Противоположностью “номотетическому” подходу является “идиографический”. Согласно Виндельбанду – создателю обоих терминов – целью идиографического метода является создание “образов” (Gestalten). Понятие образа столь же плохо подходит к эмпирическому изучению городов, как затертое прилагательное “феноменологический” в социологии плохо помогает дать позитивное определение используемой методологии. Сосредоточение внимания на характерных особенностях событий, т. е. на уникальном в хронологическом отношении, с одной стороны, может помочь исторической науке в уточнении ее предметной области. С другой стороны, для урбанистики этот методологический образец лишь в ограниченной мере может служить примером. Города – не просто скопления событий и не состоят целиком из историй. Сводить их к чисто нарративному феномену – значило бы пренебречь тем гигантским весом, который имеют пространство/соприсутствие, контингентность и материальность.
В ходе дискуссии было выдвинуто интересное предложение: говорить в этом контексте о “габитусе” города[64]. Понятие “габитус” очень хорошо отражает возможность прочтения городов действительно как целостностей. У городов есть как бы типичная манера держаться, лицо, осанка, репертуар жестов. Однако в понятии габитуса заключен и некий антропоморфизм, который так же проблематичен, как был бы в данном случае проблематичен и рационализм. Кто сказал, что города – если рассматривать их как жизненно реализуемые практики – функционируют подобно существам, которые каким-то образом себя “ведут”? Всё же вряд ли это так. Мера сложности и гетерогенности городов настолько велика, что не вписывается в антропоморфную модель.
Трудно свести города и к чему-то вроде археологических существ: классифицировать их как всего лишь седиментацию человеческих действий или человеческих решений – значило бы упускать из внимания специфику такого объекта, каким является город. Специфика города – это вызов и для историков, и для эволюционистов: собственные логики городов, вне всякого сомнения, складываются исторически, у них есть мощная историческая подоснова. Однако их невозможно “объяснить” одной только историей городов, как нельзя в них видеть и лишь результаты так называемого “предшествующего пути развития” (т. е. набора решений и выборов, сделанных ранее). Ни аналогия с биографией, ни каузальная метафора пути не описывают на самом деле все разветвления, переплетения и многообразные рефлекторные точки феномена “город”.
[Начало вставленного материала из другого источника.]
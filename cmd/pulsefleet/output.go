package main

import (
	"encoding/json"
	"fmt"
	"io"
	"strings"
	"text/tabwriter"
	"unicode/utf8"

	"google.golang.org/protobuf/encoding/protojson"
	"google.golang.org/protobuf/proto"
)

// writeProtoJSON writes messages as one indented JSON array, each in its
// protojson form (opts, when given, chooses field names and defaults).
func writeProtoJSON[M proto.Message](w io.Writer, ms []M, opts ...protojson.MarshalOptions) error {
	var mo protojson.MarshalOptions
	if len(opts) > 0 {
		mo = opts[0]
	}
	arr := make([]json.RawMessage, 0, len(ms))
	for _, m := range ms {
		b, err := mo.Marshal(m)
		if err != nil {
			return err
		}
		arr = append(arr, b)
	}
	enc := json.NewEncoder(w)
	enc.SetIndent("", "  ")
	return enc.Encode(arr)
}

// safeCell makes one table cell safe to print on a terminal. Text in a table
// comes from devices, operators and requests (labels, ids, audit details,
// request paths); a control character in it could forge rows (CR, LF),
// shift columns (TAB) or drive the terminal (ESC and CSI/OSC sequences:
// titles, hyperlinks, colours, cursor moves). Every C0 control, DEL, every
// C1 control (U+0080..U+009F), the bidirectional overrides and isolates
// (U+202A..U+202E, U+2066..U+2069, which reorder what is shown) and bytes
// that are not UTF-8 are shown as Go escapes instead (\n, \r, \t, \x1b,
// \u009b, \u202e); a backslash is doubled so an escape in the input cannot
// pass for one made here.
func safeCell(s string) string { return escapeControls(s, true) }

// safeText is safeCell for a line of prose (an error message): control
// characters are escaped, a backslash is left as it is.
func safeText(s string) string { return escapeControls(s, false) }

func escapeControls(s string, backslash bool) string {
	clean := true
	for _, r := range s {
		if (backslash && r == '\\') || r == utf8.RuneError || needsEscape(r) {
			clean = false
			break
		}
	}
	if clean {
		return s
	}
	var b strings.Builder
	for i := 0; i < len(s); {
		r, n := utf8.DecodeRuneInString(s[i:])
		switch {
		case r == utf8.RuneError && n <= 1:
			fmt.Fprintf(&b, `\x%02x`, s[i])
		case r == '\\' && backslash:
			b.WriteString(`\\`)
		case r == '\n':
			b.WriteString(`\n`)
		case r == '\r':
			b.WriteString(`\r`)
		case r == '\t':
			b.WriteString(`\t`)
		case r < 0x80 && needsEscape(r):
			fmt.Fprintf(&b, `\x%02x`, r)
		case needsEscape(r):
			fmt.Fprintf(&b, `\u%04x`, r)
		default:
			b.WriteString(s[i : i+n])
		}
		i += n
	}
	return b.String()
}

func needsEscape(r rune) bool {
	return r < 0x20 || r == 0x7f || (r >= 0x80 && r <= 0x9f) ||
		(r >= 0x202a && r <= 0x202e) || (r >= 0x2066 && r <= 0x2069)
}

// table prints aligned columns (text/tabwriter) with every cell passed
// through safeCell, so no table of the CLI prints device- or operator-supplied
// text raw. Every table of the CLI is written through it.
type table struct{ tw *tabwriter.Writer }

// newTable starts a table on w with columns padded by two spaces; flags are
// tabwriter's (AlignRight for numeric tables). The header is written as a row.
func newTable(w io.Writer, flags uint, header ...string) *table {
	t := &table{tw: tabwriter.NewWriter(w, 0, 4, 2, ' ', flags)}
	if len(header) > 0 {
		t.row(header...)
	}
	return t
}

// row writes one row; each cell goes through safeCell.
func (t *table) row(cells ...string) {
	for i, c := range cells {
		if i > 0 {
			io.WriteString(t.tw, "\t")
		}
		io.WriteString(t.tw, safeCell(c))
	}
	io.WriteString(t.tw, "\n")
}

// rowTerminated writes one row with a tab after the last cell too (needed
// for tabwriter.AlignRight, which aligns only tab-terminated cells).
func (t *table) rowTerminated(cells ...string) {
	for _, c := range cells {
		io.WriteString(t.tw, safeCell(c))
		io.WriteString(t.tw, "\t")
	}
	io.WriteString(t.tw, "\n")
}

func (t *table) flush() error { return t.tw.Flush() }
В общем, с аналогиями не складывается. А между тем, вопрос о сингулярных объектах тоже поддается научному выяснению. Только для этого урбанистике придется признать одну базовую посылку. Хотя не существует эмпирического (в узком смысле этого слова) определения города, но – существуют города. Города – это целостности, и их можно воспринимать и анализировать как единства – смысловые единства, поведенчески-практические единства, действующие единства. Города как бы хранят в себе социальные факты – но не только. Они их изменяют. Они предоставляют пространство для процессов развития, следующих собственным логикам, и для характерной социальной среды.